▶ _Given records_:
impl Source {
    /// Opens and probes a file, and decodes its first packet (so the sample rate and channel
    /// count are known even when the container does not state them).
    pub fn open(path: &Path) -> Result<Self, DecodeError> {
        let file = File::open(path).map_err(|source| DecodeError::Open { source })?;
        let len = file
            .metadata()
            .map_err(|source| DecodeError::Open { source })?
            .len();
        if len == 0 {
            return Err(DecodeError::Empty);
        }
        let mss = MediaSourceStream::new(Box::new(file), MediaSourceStreamOptions::default());
        let mut hint = Hint::new();
        if let Some(ext) = path.extension().and_then(|e| e.to_str()) {
            hint.with_extension(ext);
        }
        let format = symphonia::default::get_probe()
            .probe(
                &hint,
                mss,
                FormatOptions::default(),
                MetadataOptions::default(),
            )
            .map_err(|source| match source {
                SymphoniaError::IoError(err) if err.kind() == std::io::ErrorKind::UnexpectedEof => {
                    DecodeError::HeaderCut
                }
                SymphoniaError::IoError(_) | SymphoniaError::Unsupported(_) => {
                    DecodeError::NotAudio { source }
                }
                other => DecodeError::Damaged {
                    at_s: 0.0,
                    source: other,
                },
            })?;
        let track = format
            .default_track(TrackType::Audio)
            .ok_or(DecodeError::NoAudioTrack)?;
        let params = track
            .codec_params
            .as_ref()
            .and_then(|p| p.audio())
            .ok_or(DecodeError::NoAudioTrack)?;
        let decoder = symphonia::default::get_codecs()
            .make_audio_decoder(params, &AudioDecoderOptions::default())
            .map_err(|_| DecodeError::Unsupported {
                what: format!("{} codec", codec_name(params.codec)),
            })?;
        let info = SourceInfo {
            sample_rate_hz: params.sample_rate.unwrap_or(0),
            channels: params.channels.as_ref().map_or(0, |c| c.count()),
            container: format.format_info().short_name.to_owned(),
            codec: decoder.codec_info().short_name.to_owned(),
            declared_frames: track.num_frames,
        };
        let track_id = track.id;
        let mut source = Self {
            format,
            decoder,
            track_id,
            info,
            interleaved: Vec::new(),
            mid: Vec::new(),
            side: Vec::new(),
            pending: false,
            frames_out: 0,
            finished: false,
        };
        source.pending = source.decode_next(true)?;
        if !source.pending {
            return Err(DecodeError::NoSamples);
        }
        Ok(source)
    }

    /// What the file declares (sample rate and channels as decoded).
    pub fn info(&self) -> &SourceInfo {
        &self.info
    }

    /// Frames per channel handed out so far.
    #[cfg(test)]
    pub fn frames_out(&self) -> u64 {
        self.frames_out
    }

    /// The next block of mid and side samples (equal lengths, never empty), or `None` at the end
    /// of the stream. The slices are valid until the next call.
    pub fn next_block(&mut self) -> Result<Option<Block<'_>>, DecodeError> {
        if !self.pending && !self.decode_next(false)? {
            return Ok(None);
        }
        self.pending = false;
        self.frames_out += self.mid.len() as u64;
        Ok(Some((&self.mid, &self.side)))
    }

    /// The capacity of the buffers the decoded audio passes through, in samples: the memory this
    /// source holds for audio, whatever the file's length.
    #[cfg(test)]
    pub fn buffered_capacity(&self) -> usize {
        self.interleaved.capacity() + self.mid.capacity() + self.side.capacity()
    }

    fn at_s(&self) -> f64 {
        if self.info.sample_rate_hz == 0 {
            0.0
        } else {
            self.frames_out as f64 / f64::from(self.info.sample_rate_hz)
        }
    }

    /// Decodes packets until one yields samples, into `self.mid`/`self.side`. Returns false at the
    /// end of the stream.
    fn decode_next(&mut self, first: bool) -> Result<bool, DecodeError> {
        if self.finished {
            return Ok(false);
        }
        loop {
            let packet = match self.format.next_packet() {
                Ok(Some(packet)) => packet,
                Ok(None) => return self.end_of_stream(),
                Err(SymphoniaError::IoError(err))
                    if err.kind() == std::io::ErrorKind::UnexpectedEof =>
                {
                    // Some readers signal the end of a stream this way; a header that announced
                    // more is checked in `end_of_stream`.
                    return self.end_of_stream();
                }
                Err(source @ SymphoniaError::IoError(_)) => {
                    return Err(DecodeError::Read {
                        at_s: self.at_s(),
                        source,
                    });
                }
                Err(SymphoniaError::Unsupported(what)) => {
                    return Err(DecodeError::Unsupported {
                        what: what.to_owned(),
                    });
                }
                Err(source) => {
                    return Err(DecodeError::Damaged {
                        at_s: self.at_s(),
                        source,
                    });
                }
            };
            if packet.track_id != self.track_id {
                continue;
            }
            let at_s = self.at_s();
            let buf = match self.decoder.decode(&packet) {
                Ok(buf) => buf,
                Err(SymphoniaError::Unsupported(what)) => {
                    return Err(DecodeError::Unsupported {
                        what: what.to_owned(),
                    });
                }
                Err(source @ SymphoniaError::IoError(_)) => {
                    return Err(DecodeError::Read { at_s, source });
                }
                Err(source) => return Err(DecodeError::Damaged { at_s, source }),
            };
            let frames = buf.frames();
            if frames == 0 {
                continue;
            }
            if frames > MAX_PACKET_FRAMES {
                return Err(DecodeError::PacketTooLarge { frames });
            }
            let rate = buf.spec().rate();
            let channels = buf.spec().channels().count();
            if first && self.frames_out == 0 && self.mid.is_empty() {
                self.info.sample_rate_hz = rate;
                self.info.channels = channels;
            } else if rate != self.info.sample_rate_hz || channels != self.info.channels {
                return Err(DecodeError::FormatChange {
                    at_s,
                    from_hz: self.info.sample_rate_hz,
                    from_channels: self.info.channels,
                    to_hz: rate,
                    to_channels: channels,
                });
            }
            if channels == 0 {
                return Err(DecodeError::Unsupported {
                    what: "a stream with no channels".to_owned(),
                });
            }
            buf.copy_to_vec_interleaved::<f32>(&mut self.interleaved);
            self.split(at_s)?;
            return Ok(true);
        }
    }

    fn end_of_stream(&mut self) -> Result<bool, DecodeError> {
        self.finished = true;
        if let Some(declared) = self.info.declared_frames {
            let decoded = self.frames_out
                + if self.pending {
                    self.mid.len() as u64
                } else {
                    0
                };
            if decoded > 0 && decoded + LENGTH_SLACK_FRAMES < declared {
                let rate = f64::from(self.info.sample_rate_hz.max(1));
                return Err(DecodeError::Truncated {
                    decoded_s: decoded as f64 / rate,
                    declared_s: declared as f64 / rate,
                });
            }
        }
        Ok(false)
    }

    /// Turns the interleaved packet into mid and side, refusing non-finite samples.
    fn split(&mut self, at_s: f64) -> Result<(), DecodeError> {
        let channels = self.info.channels;
        let rate = f64::from(self.info.sample_rate_hz.max(1));
        if let Some(i) = self.interleaved.iter().position(|v| !v.is_finite()) {
            return Err(DecodeError::NonFinite {
                at_s: at_s + (i / channels) as f64 / rate,
                channel: i % channels,
                value: self.interleaved[i],
            });
        }
        self.mid.clear();
        self.side.clear();
        match channels {
            1 => {
                self.mid.extend_from_slice(&self.interleaved);
                self.side.resize(self.mid.len(), 0.0);
            }
            2 => {
                // Halve before adding: finite samples near ±f32::MAX must not overflow to ±∞.
                for pair in self.interleaved.chunks_exact(2) {
                    self.mid.push(0.5 * pair[0] + 0.5 * pair[1]);
                    self.side.push(0.5 * pair[0] - 0.5 * pair[1]);
                }
            }
            n => {
                let scale = 1.0 / n as f64;
                for frame in self.interleaved.chunks_exact(n) {
                    let sum: f64 = frame.iter().map(|&x| f64::from(x)).sum();
                    self.mid.push((sum * scale) as f32);
                    self.side.push(0.5 * frame[0] - 0.5 * frame[1]);
                }
            }
        }
        Ok(())
    }
}

/// A readable name for codecs Symphonia recognises but may not decode.
fn codec_name(id: AudioCodecId) -> String {
    use symphonia::core::codecs::audio::well_known::*;
    let known = [
        (CODEC_ID_OPUS, "Opus"),
        (CODEC_ID_SPEEX, "Speex"),
        (CODEC_ID_MUSEPACK, "Musepack"),
        (CODEC_ID_AC3, "AC-3"),
        (CODEC_ID_EAC3, "E-AC-3"),
        (CODEC_ID_AC4, "AC-4"),
        (CODEC_ID_DCA, "DTS"),
        (CODEC_ID_WMA, "WMA"),
        (CODEC_ID_WAVPACK, "WavPack"),
        (CODEC_ID_MONKEYS_AUDIO, "Monkey's Audio"),
        (CODEC_ID_TTA, "TTA"),
        (CODEC_ID_TRUEHD, "TrueHD"),
        (CODEC_ID_ATRAC3, "ATRAC3"),
    ];
    known
        .iter()
        .find(|(known_id, _)| *known_id == id)
        .map_or_else(|| format!("codec id {id}"), |(_, name)| (*name).to_owned())
}
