/// The comparison of an analysed file (with style estimates) with `target`'s category.
pub fn compare(
    report: &FileReport,
    target: &StyleTarget,
    step_s: f64,
    reasons: usize,
) -> Result<Comparison> {
    let model = &target.model;
    let estimates = &report.style_estimates;
    let closeness = report
        .closeness_summary()
        .ok_or_else(|| anyhow::anyhow!("the file gave no style window to estimate"))?;

    let steps = (report.duration_s / step_s).ceil().max(1.0) as usize;
    let timeline = (0..steps)
        .map(|i| {
            let (start_s, end_s) = (
                i as f64 * step_s,
                ((i + 1) as f64 * step_s).min(report.duration_s),
            );
            let inside: Vec<f64> = estimates
                .iter()
                .filter(|e| {
                    let c = e.centre_s();
                    c >= start_s && (c < start_s + step_s)
                })
                .map(|e| e.closeness)
                .collect();
            Step {
                start_s,
                end_s: end_s.max(start_s),
                closeness: (!inside.is_empty())
                    .then(|| inside.iter().sum::<f64>() / inside.len() as f64),
            }
        })
        .collect();

    // Reasons: tally per feature and direction.
    let n_features = model.n_features();
    #[derive(Clone, Default)]
    struct Tally {
        windows: usize,
        push: f64,
        above: usize,
        below: usize,
        /// Windows whose value lies within one training sd of the category's mean.
        near: usize,
    }
    let sd = model.scaler().scale();
    let mut lower = vec![Tally::default(); n_features];
    let mut raise = vec![Tally::default(); n_features];
    for e in estimates {
        for r in &e.reasons {
            let t = match r.push() {
                Push::Lowers => &mut lower[r.feature],
                Push::Raises => &mut raise[r.feature],
            };
            t.windows += 1;
            t.push += r.push_log_odds;
            if (r.value - r.category_mean).abs() <= sd.get(r.feature).copied().unwrap_or(0.0) {
                t.near += 1;
            }
            match r.relation_to_category() {
                Relation::Above => t.above += 1,
                Relation::Below => t.below += 1,
                Relation::Level => {}
            }
        }
    }
    let n_windows = estimates.len().max(1) as f64;
    let family_words = family_words(&report.windows);
    let ranked = |tallies: &[Tally], direction: Push| -> Vec<ReasonTally> {
        let mut order: Vec<usize> = (0..tallies.len())
            .filter(|&f| tallies[f].windows > 0)
            .collect();
        order.sort_by(|&a, &b| tallies[b].push.abs().total_cmp(&tallies[a].push.abs()));
        order
            .into_iter()
            .take(reasons)
            .map(|f| {
                let t = &tallies[f];
                let name = model.feature_name(f);
                let relation = if direction == Push::Raises && 2 * t.near >= t.windows {
                    Relation::Level
                } else if t.above >= t.below {
                    Relation::Above
                } else {
                    Relation::Below
                };
                ReasonTally {
                    feature: name.to_owned(),
                    phrase: in_words(name, relation, &family_words),
                    windows_fraction: t.windows as f64 / n_windows,
                    mean_push_log_odds: t.push / t.windows as f64,
                    total_push_log_odds: t.push,
                }
            })
            .collect()
    };
    let lowering = ranked(&lower, Push::Lowers);
    let raising = ranked(&raise, Push::Raises);

    // Outside the typical range.
    let category_mean = model
        .class_mean(target.category)
        .ok_or_else(|| anyhow::anyhow!("the model has no mean for its category"))?;
    let mut outside = Vec::new();
    for (j, name) in model.schema().features.iter().enumerate() {
        if !compared_feature(name) {
            continue;
        }
        let file_mean = report
            .style_windows
            .iter()
            .map(|w| w.features.get(j).copied().unwrap_or(0.0))
            .sum::<f64>()
            / report.style_windows.len().max(1) as f64;
        let (c, s) = (category_mean[j], sd[j]);
        let distance_sd = (file_mean - c) / s;
        if distance_sd.abs() > 1.0 {
            let relation = if distance_sd > 0.0 {
                Relation::Above
            } else {
                Relation::Below
            };
            outside.push(OutsideRange {
                feature: name.clone(),
                phrase: in_words(name, relation, &family_words),
                file_mean,
                category_mean: c,
                training_sd: s,
                distance_sd,
            });
        }
    }
    outside.sort_by(|a, b| b.distance_sd.abs().total_cmp(&a.distance_sd.abs()));

    Ok(Comparison {
        file: report.path.display().to_string(),
        model: target.path.display().to_string(),
        category: target.category_name().to_owned(),
        classes: model.classes().to_vec(),
        duration_s: report.duration_s,
        closeness,
        timeline,
        lowering,
        raising,
        outside,
    })
}

/// (words `phrase` uses for a family's slug, the family's own name) for every family of the
/// palette the rows were analysed with: `phrase` spells `share_toms_hand_percussion` as "toms hand
/// percussion", the palette says "toms & hand percussion".
fn family_words(rows: &[crate::timeline::WindowRow]) -> Vec<(String, String)> {
    rows.first()
        .and_then(|w| w.shares.as_ref())
        .map(|s| {
            s.names
                .columns
                .iter()
                .zip(&s.names.families)
                .filter_map(|(column, family)| {
                    let words = column.strip_prefix("share_")?.replace('_', " ");
                    (words != *family).then(|| (words, family.clone()))
                })
                .collect()
        })
        .unwrap_or_default()
}
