"""Building blocks the workbooks share: recovery by every method, the element
sizes of a mesh convergence study and the study itself (Richardson
extrapolation and GCI), the check table."""
from __future__ import annotations

import math

import numpy as np

from toolkit.errors import InputError
from toolkit.assess.convergence import grid_convergence
from toolkit.recovery.methods import METHODS, recover
from toolkit.report.tables import Table, headless

__all__ = ["METHODS", "recover_all", "study_sizes", "finer_study_note", "convergence_study", "convergence_lines",
           "check_table"]


def recover_all(field, methods=("l2", "average", "spr")) -> dict:
    """``{label: NodalField}`` for each method name in ``methods`` (keys of
    the registry :data:`toolkit.recovery.METHODS`, whose labels these are)."""
    out = {}
    for m in methods:
        nodal = recover(field, m)               # raises for an unknown name
        out[METHODS[m].label] = nodal
    return out


def study_sizes(size, coarsest, ratio=2.0, count=3) -> list[float]:
    """Element sizes of a mesh convergence study, finest first, in a constant
    refinement ratio, whose coarsest mesh never exceeds ``coarsest``.

    ``h_c = min(size * ratio**(count - 1), coarsest)`` and
    ``h_i = h_c / ratio**(count - 1 - i)``, i = 0 .. count - 1.  When the
    model's size is fine enough (``size * ratio**(count - 1) <= coarsest``)
    the study is the usual ``size, ratio*size, ratio**2*size``; otherwise the
    set is made finer than ``size`` rather than coarser, so the coarsest mesh
    stays valid for the mesher and inside the range where the solution is
    asymptotic.  Three or more grids in a constant ratio (2 here, at least 1.3
    recommended) is the procedure of Celik et al., J. Fluids Eng. 130 (2008)
    078001; the cap ``coarsest`` is a fraction of the feature the model
    resolves (hole radius, fillet radius, plate thickness), chosen by the
    workbook.

    Parameters
    ----------
    size : the model's element size (> 0)
    coarsest : the largest size the study may use (> 0)
    ratio : refinement ratio between neighbouring sizes (> 1)
    count : number of sizes (an int >= 3)

    Examples
    --------
    >>> study_sizes(0.5, 4.0)
    [0.5, 1.0, 2.0]
    >>> study_sizes(2.0, 4.0)
    [1.0, 2.0, 4.0]
    """
    for name, v in (("size", size), ("coarsest", coarsest), ("ratio", ratio)):
        if isinstance(v, bool) or not isinstance(v, (int, float, np.floating, np.integer)) or not math.isfinite(v):
            raise InputError(f"study_sizes: {name} must be a finite number, got {v!r}")
    if size <= 0 or coarsest <= 0:
        raise InputError(f"study_sizes: size and coarsest must be positive, got size={size!r}, coarsest={coarsest!r}")
    if ratio <= 1:
        raise InputError(f"study_sizes: ratio must exceed 1, got {ratio!r}")
    if isinstance(count, bool) or not isinstance(count, (int, np.integer)) or count < 3:
        raise InputError(f"study_sizes: count must be an int of at least 3 (three grids for Richardson), got {count!r}")
    top = min(float(size) * ratio ** (count - 1), float(coarsest))
    return [top / ratio ** (count - 1 - i) for i in range(count)]


def finer_study_note(sizes, size, coarsest, cap) -> str:
    """The report's line when :func:`study_sizes` made the study finer than
    the model (``sizes[0] < size``), else ``""``; ``cap`` names the coarsest
    size in words (e.g. ``"r/4"``)."""
    if sizes[0] >= size:
        return ""
    return (f"the study uses sizes finer than the model's {size:.4g} mm: 4h would exceed the coarsest size "
            f"allowed, {coarsest:.4g} mm ({cap})")

def convergence_study(run, sizes, quantity="peak stress", unit="MPa", progress=None):
    """Run ``run(size) -> value`` for each element size (finest first), then
    Richardson extrapolation and Roache's GCI (Celik et al. 2008) via
    :func:`toolkit.quality.grid_convergence`.

    Returns ``(values, ConvergenceResult, Table)``.  A tqdm bar shows the runs
    (``tqdm.auto``: a widget in notebooks) unless run headless.
    """
    sizes = [float(s) for s in sizes]
    if progress is None:
        progress = not headless()
    it = sizes
    if progress:
        from tqdm.auto import tqdm
        it = tqdm(sizes, desc="convergence runs", leave=False)
    values = [float(run(h)) for h in it]
    conv = grid_convergence(values, sizes)
    rows = [[h, v] for h, v in zip(sizes, values)]
    rows.append(["extrapolated (h -> 0)", conv.extrapolated])
    table = Table(rows, ["element size h (mm)", f"{quantity} ({unit})"], title="Mesh convergence")
    return values, conv, table


def convergence_lines(conv) -> list[str]:
    """Plain lines for the order, the extrapolated value and the GCI."""
    out = [f"observed order p = {conv.order:.3g}",
           f"GCI fine grid = {conv.gci_fine:.3%}, coarse = {conv.gci_coarse:.3%}",
           f"asymptotic-range ratio = {conv.asymptotic_ratio:.4g} (near 1: in the asymptotic range)"]
    out += [f"warning: {w}" for w in conv.warnings]
    if getattr(conv, "fallback", ""):
        out.append(f"fallback: {conv.fallback}")
    return out


def check_table(checks) -> Table:
    """One row per check: value, limit, utilization, status."""
    return Table([[c.name, c.value, c.limit, c.utilization, c.status] for c in checks],
                 ["check", "value", "limit", "utilization", "status"], title="Check table")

▶ _Exercise aim_:
Type out again, exactly as written, the lines from the beginning of the material through the one containing "let params = track".

▶ _Response for this exercise_:
impl Source {
    /// Opens and probes a file, and decodes its first packet (so the sample rate and channel
    /// count are known even when the container does not state them).
    pub fn open(path: &Path) -> Result<Self, DecodeError> {
        let file = File::open(path).map_err(|source| DecodeError::Open { source })?;
        let len = file
            .metadata()
            .map_err(|source| DecodeError::Open { source })?
            .len();
        if len == 0 {
            return Err(DecodeError::Empty);
        }
        let mss = MediaSourceStream::new(Box::new(file), MediaSourceStreamOptions::default());
        let mut hint = Hint::new();
        if let Some(ext) = path.extension().and_then(|e| e.to_str()) {
            hint.with_extension(ext);
        }
        let format = symphonia::default::get_probe()
            .probe(
                &hint,
                mss,
                FormatOptions::default(),
                MetadataOptions::default(),
            )
            .map_err(|source| match source {
                SymphoniaError::IoError(err) if err.kind() == std::io::ErrorKind::UnexpectedEof => {
                    DecodeError::HeaderCut
                }
                SymphoniaError::IoError(_) | SymphoniaError::Unsupported(_) => {
                    DecodeError::NotAudio { source }
                }
                other => DecodeError::Damaged {
                    at_s: 0.0,
                    source: other,
                },
            })?;
        let track = format
            .default_track(TrackType::Audio)
            .ok_or(DecodeError::NoAudioTrack)?;
        let params = track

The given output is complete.